瑪妮卡是個聰明的女人,看到任惜默的下場,知道我叔叔肯定也不會放過她,就利用裝病拖延時間,為逃跑做準備。有意思的是,我叔叔派人專門監視瑪妮卡,居然沒有發現她是裝病,還被她從眼皮子底下逃跑,這對他來說真是奇恥大辱。”

海昊逸嘲諷的笑了笑,“我覺得,憑瑪妮卡一個人做不到這些,估計有人在暗中幫她謀划,協助她逃走。還有陳冰,以我叔叔的能力,要找到她原本是件很容易的事情,但是都這麼久了,還是一點下落都沒有。不但如此,連陳冰的姑姑陳秀枝也不見了,同樣是在嚴密監控下消失的。我叔叔懷疑,她們是被人保護起來了。瑪妮卡和陳冰都是重要的知情者,如果她們落入其他人手裏,對我叔叔非常不利,難怪他這段時間非常煩躁,動不動就發脾氣。”

“你說的落入其他人手裏是什麼意思?”辛綺筠問,“難道還有另一方勢力,可以和海博天相抗衡?”

海昊逸輕哼了一聲,“這就很難說了。他犯下那麼多罪行,想要復仇的肯定大有人在。我原來還猜想,是不是路伯伯做的,但他說不是,他確實也沒有那樣的能力。所以我很想知道,是何方高人佈下的棋局,不知道這盤棋,接下去要怎麼走。”

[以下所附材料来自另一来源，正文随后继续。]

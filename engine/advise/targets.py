"""Design targets: what the document asks for, whether the stage meets it, and what would.

A design may hold a minimum upper corner f_H, a maximum lower corner f_L, a mid-band gain
with a tolerance, and a longest step rise time, largest overshoot and longest settling time
(texts, see :data:`bandsketch.engine.design.schema.TARGET_KEYS`). :func:`parse_targets`
reads them; :func:`check_targets` judges the exact figures of an analysis against them and
says beside each what the time-constant estimate would have said; :func:`values_that_meet`
finds, per part field, the single value that alone meets a failing target.
"""

from __future__ import annotations

import math
import re
from dataclasses import dataclass

from . import eseries
from ..solve.analysis import analyze
from ..core.errors import BadValueError, Cancelled, CircuitError
from ..design.netlist import design_to_circuit
from ..core.values import format_gain, format_value, parse_value
from .knobs import Knob, knobs
from .targetcheck import TargetCheck
from .timetargets import TIME_TARGETS, check_time_targets, parse_time_target, time_figure

DEFAULT_GAIN_TOLERANCE_DB = 1.0
"""The gain window when a gain target has no tolerance: ±1 dB (common practice, no source)."""

TARGET_LABELS = {"f_high_min": "minimum f_H", "f_low_max": "maximum f_L",
                 "gain": "mid-band gain", "gain_tolerance": "gain tolerance",
                 "rise_time_max": "longest rise time", "overshoot_max": "largest overshoot",
                 "settling_time_max": "longest settling time"}
"""How messages and tables name each target field."""

_DB = re.compile(r"^\s*(?P<num>[+-]?[0-9.]+(?:[eE][+-]?[0-9]+)?)\s*dB\s*$")
_PERCENT = re.compile(r"^\s*(?P<num>[0-9.]+(?:[eE][+-]?[0-9]+)?)\s*%\s*$")


@dataclass(frozen=True)
class Targets:
    """The targets a design holds, in SI units; None where a target is not set.

    Attributes
    ----------
    f_high_min : float or None
        The upper −3 dB corner must be at least this, Hz.
    f_low_max : float or None
        The lower −3 dB corner must be at most this, Hz.
    gain : float or None
        Wanted mid-band gain magnitude |A_m|, V/V (Ω for a current input); its sign is
        not judged, since an inverting stage is as good as a follower of the same size.
    gain_min, gain_max : float or None
        The window |A_m| must fall in (same unit as ``gain``).
    gain_window_text : str
        How the window was given, e.g. ``"±10 %"`` or ``"±1 dB (default)"``.
    rise_time_max : float or None
        s, the exact 10–90 % step rise time must be at most this.
    overshoot_max : float or None
        The step's overshoot must be at most this fraction of its final value (``"5 %"`` is 0.05).
    settling_time_max : float or None
        s, the step must stay within 1 % of its final value after at most this.
    """

    f_high_min: float | None = None
    f_low_max: float | None = None
    gain: float | None = None
    gain_min: float | None = None
    gain_max: float | None = None
    gain_window_text: str = ""
    rise_time_max: float | None = None
    overshoot_max: float | None = None
    settling_time_max: float | None = None

    def is_empty(self) -> bool:
        """Whether no target is set."""
        return self.f_high_min is None and self.f_low_max is None and self.gain is None and not self.has_time()

    def has_time(self) -> bool:
        """Whether a time-domain target (rise, overshoot, settling) is set."""
        return any(getattr(self, key) is not None for key in TIME_TARGETS)


def _bad(key: str, text: str, problem: str) -> BadValueError:
    return BadValueError(f"Target {TARGET_LABELS[key]}: '{text.strip()}' {problem}",
                         part=None, field=key, text=text)


def _gain(text: str) -> float:
    m = _DB.match(text)
    if m:
        return 10 ** (float(m["num"]) / 20)
    value = parse_value(text, unit="V/V", field=f"target {TARGET_LABELS['gain']}",
                        allow_negative=True)
    return abs(value)


def _window(text: str, gain: float) -> tuple:
    m = _DB.match(text)
    if m:
        db = abs(float(m["num"]))
        return gain * 10 ** (-db / 20), gain * 10 ** (db / 20), f"±{db:g} dB"
    m = _PERCENT.match(text)
    if m:
        frac = float(m["num"]) / 100
        if frac >= 1:
            raise _bad("gain_tolerance", text, "is 100 % or more; give a window narrower than the gain itself")
        return gain * (1 - frac), gain * (1 + frac), f"±{float(m['num']):g} %"
    raise _bad("gain_tolerance", text, "is not a tolerance: write a percentage (10 %) or decibels (1 dB)")


def parse_targets(targets) -> Targets:
    """Read a document's target texts.

    Parameters
    ----------
    targets : Mapping[str, str]
        :attr:`bandsketch.engine.design.document.Document.targets`: ``f_high_min`` and ``f_low_max`` in Hz
        (``"1M"``, ``"20 Hz"``), ``gain`` in V/V or dB (``"-100"``, ``"40 dB"``),
        ``gain_tolerance`` as a percentage or in dB (``"10 %"``, ``"1 dB"``), ``rise_time_max``
        and ``settling_time_max`` in s (``"20n"``), ``overshoot_max`` as a percentage (``"5 %"``).

    Returns
    -------
    Targets

    Raises
    ------
    BadValueError
        A target text does not read; the message names the target and what to write.
    """
    def hz(key):
        text = (targets.get(key) or "").strip()
        if not text:
            return None
        return parse_value(text, unit="Hz", field=f"target {TARGET_LABELS[key]}")

    f_high, f_low = hz("f_high_min"), hz("f_low_max")
    times = {key: parse_time_target(key, targets.get(key)) for key in TIME_TARGETS}
    gain_text = (targets.get("gain") or "").strip()
    tol_text = (targets.get("gain_tolerance") or "").strip()
    if not gain_text:
        if tol_text:
            raise _bad("gain_tolerance", tol_text, "has no gain to apply to: set the gain target too, "
                                                   "or clear the tolerance")
        return Targets(f_high, f_low, **times)
    gain = _gain(gain_text)
    if gain == 0:
        raise _bad("gain", gain_text, "is zero; a gain target must be a size the stage should reach")
    if tol_text:
        lo, hi, shown = _window(tol_text, gain)
    else:
        d = DEFAULT_GAIN_TOLERANCE_DB
        lo, hi, shown = gain * 10 ** (-d / 20), gain * 10 ** (d / 20), f"±{d:g} dB (default)"
    return Targets(f_high, f_low, gain, lo, hi, shown, **times)


def _usable(x) -> bool:
    return x is not None and math.isfinite(x) and x > 0


def meets(targets: Targets, f_high, f_low, gain) -> dict:
    """Which targets a set of figures meets.

    Parameters
    ----------
    targets : Targets
    f_high, f_low : float or None
        Upper and lower corners, Hz; None (or NaN) when the gain never falls 3 dB on that
        side, which meets a minimum f_H or a maximum f_L.
    gain : float
        Mid-band gain, V/V (or Ω), signed.

    Returns
    -------
    dict
        Target key -> bool, for the targets that are set.
    """
    out = {}
    if targets.f_high_min is not None:
        out["f_high_min"] = not _usable(f_high) or f_high >= targets.f_high_min
    if targets.f_low_max is not None:
        out["f_low_max"] = not _usable(f_low) or f_low <= targets.f_low_max
    if targets.gain is not None:
        out["gain"] = targets.gain_min <= abs(gain) <= targets.gain_max
    return out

不知怎的,辛綺筠的腦中閃過了羅絲的身影。從郵輪出事開始,她的身影就似乎無處不在,她一直在偽裝自己,並且最終混入了海盛集團內部,她究竟是誰?目的是什麼?

辛綺筠的思考因為胃部翻攪而中止,劇烈嘔吐之後,腦子裏一片空白。她有氣無力地哀嘆,不是說一般三個月過後孕吐就會消失,為什麼快四個月了還是吐得這麼厲害?肚子裏的小東西不知還要折磨她多久。可是轉念一想,海昊逸說過,孕期反應越強烈,孩子越聰明,她又精神抖擻起來,輕撫自己的腹部,輕言細語:“寶寶,你一定要像爸爸一樣聰明,這樣也不枉媽媽吃了這麼多苦頭。”